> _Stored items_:

★ ★ ★ ★ ★ ★ ★

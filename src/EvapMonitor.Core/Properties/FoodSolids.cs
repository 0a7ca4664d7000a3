namespace EvapMonitor.Core.Properties;

/// <summary>
/// Solids of a food by composition: Choi and Okos, "Effects of temperature and composition on the thermal properties of foods", Food Engineering and
/// Process Applications 1 (1986) 93 to 101; for -40 to 150 °C. Shares are mass fractions of the solids and add up to one.
/// </summary>
internal readonly record struct FoodSolids(double Protein, double Fat, double Carbohydrate, double Fibre, double Ash)
{
    /// <summary>Heat capacity of the solution, J/(kg·K): mass-weighted.</summary>
    public double HeatCapacity(double solids, double celsius) =>
        1000 * ((1 - solids) * Water.At(celsius) + solids * Solids.At(celsius));

    /// <summary>∫ from 0 °C of [cp(x) - cp(0)] dt, J/kg.</summary>
    public double ContentBesideWater(double solids, double celsius) =>
        1000 * solids * (Solids.Integral(celsius) - Water.Integral(celsius));

    /// <summary>Density of the solids, kg/m³. The densities are from memory of the same publication.</summary>
    public double SolidsDensity(double t) => 1 / (
        Protein / (1329.9 - 0.51840 * t) + Fat / (925.59 - 0.41757 * t) + Carbohydrate / (1599.1 - 0.31046 * t)
        + Fibre / (1311.5 - 0.36589 * t) + Ash / (2423.8 - 0.28063 * t));

    private Quadratic Solids => new(
        Protein * 2.0082 + Fat * 1.9842 + Carbohydrate * 1.5488 + Fibre * 1.8459 + Ash * 1.0926,
        Protein * 1.2089e-3 + Fat * 1.4733e-3 + Carbohydrate * 1.9625e-3 + Fibre * 1.8306e-3 + Ash * 1.8896e-3,
        -(Protein * 1.3129e-6 + Fat * 4.8008e-6 + Carbohydrate * 5.9399e-6 + Fibre * 4.6509e-6 + Ash * 3.6817e-6));

    private static Quadratic Water => new(4.1762, -9.0864e-5, 5.4731e-6);

    private readonly record struct Quadratic(double A, double B, double C)
    {
        public double At(double t) => A + t * (B + t * C);

        public double Integral(double t) => t * (A + t * (B / 2 + t * C / 3));
    }
}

★ ★ ★ ★ ★ ★ ★

> _Problem to solve_: Find the line that contains "Food Engineering and" in the data above. Reproduce it and every later line exactly, through the last one.

> _Finished exercise_:
/// Solids of a food by composition: Choi and Okos, "Effects of temperature and composition on the thermal properties of foods", Food Engineering and
/// Process Applications 1 (1986) 93 to 101; for -40 to 150 °C. Shares are mass fractions of the solids and add up to one.
/// </summary>
internal readonly record struct FoodSolids(double Protein, double Fat, double Carbohydrate, double Fibre, double Ash)
{
    /// <summary>Heat capacity of the solution, J/(kg·K): mass-weighted.</summary>
    public double HeatCapacity(double solids, double celsius) =>
        1000 * ((1 - solids) * Water.At(celsius) + solids * Solids.At(celsius));

    /// <summary>∫ from 0 °C of [cp(x) - cp(0)] dt, J/kg.</summary>
    public double ContentBesideWater(double solids, double celsius) =>
        1000 * solids * (Solids.Integral(celsius) - Water.Integral(celsius));

    /// <summary>Density of the solids, kg/m³. The densities are from memory of the same publication.</summary>
    public double SolidsDensity(double t) => 1 / (
        Protein / (1329.9 - 0.51840 * t) + Fat / (925.59 - 0.41757 * t) + Carbohydrate / (1599.1 - 0.31046 * t)
        + Fibre / (1311.5 - 0.36589 * t) + Ash / (2423.8 - 0.28063 * t));

    private Quadratic Solids => new(
        Protein * 2.0082 + Fat * 1.9842 + Carbohydrate * 1.5488 + Fibre * 1.8459 + Ash * 1.0926,
        Protein * 1.2089e-3 + Fat * 1.4733e-3 + Carbohydrate * 1.9625e-3 + Fibre * 1.8306e-3 + Ash * 1.8896e-3,
        -(Protein * 1.3129e-6 + Fat * 4.8008e-6 + Carbohydrate * 5.9399e-6 + Fibre * 4.6509e-6 + Ash * 3.6817e-6));

    private static Quadratic Water => new(4.1762, -9.0864e-5, 5.4731e-6);

    private readonly record struct Quadratic(double A, double B, double C)
    {
        public double At(double t) => A + t * (B + t * C);

        public double Integral(double t) => t * (A + t * (B / 2 + t * C / 3));
    }
}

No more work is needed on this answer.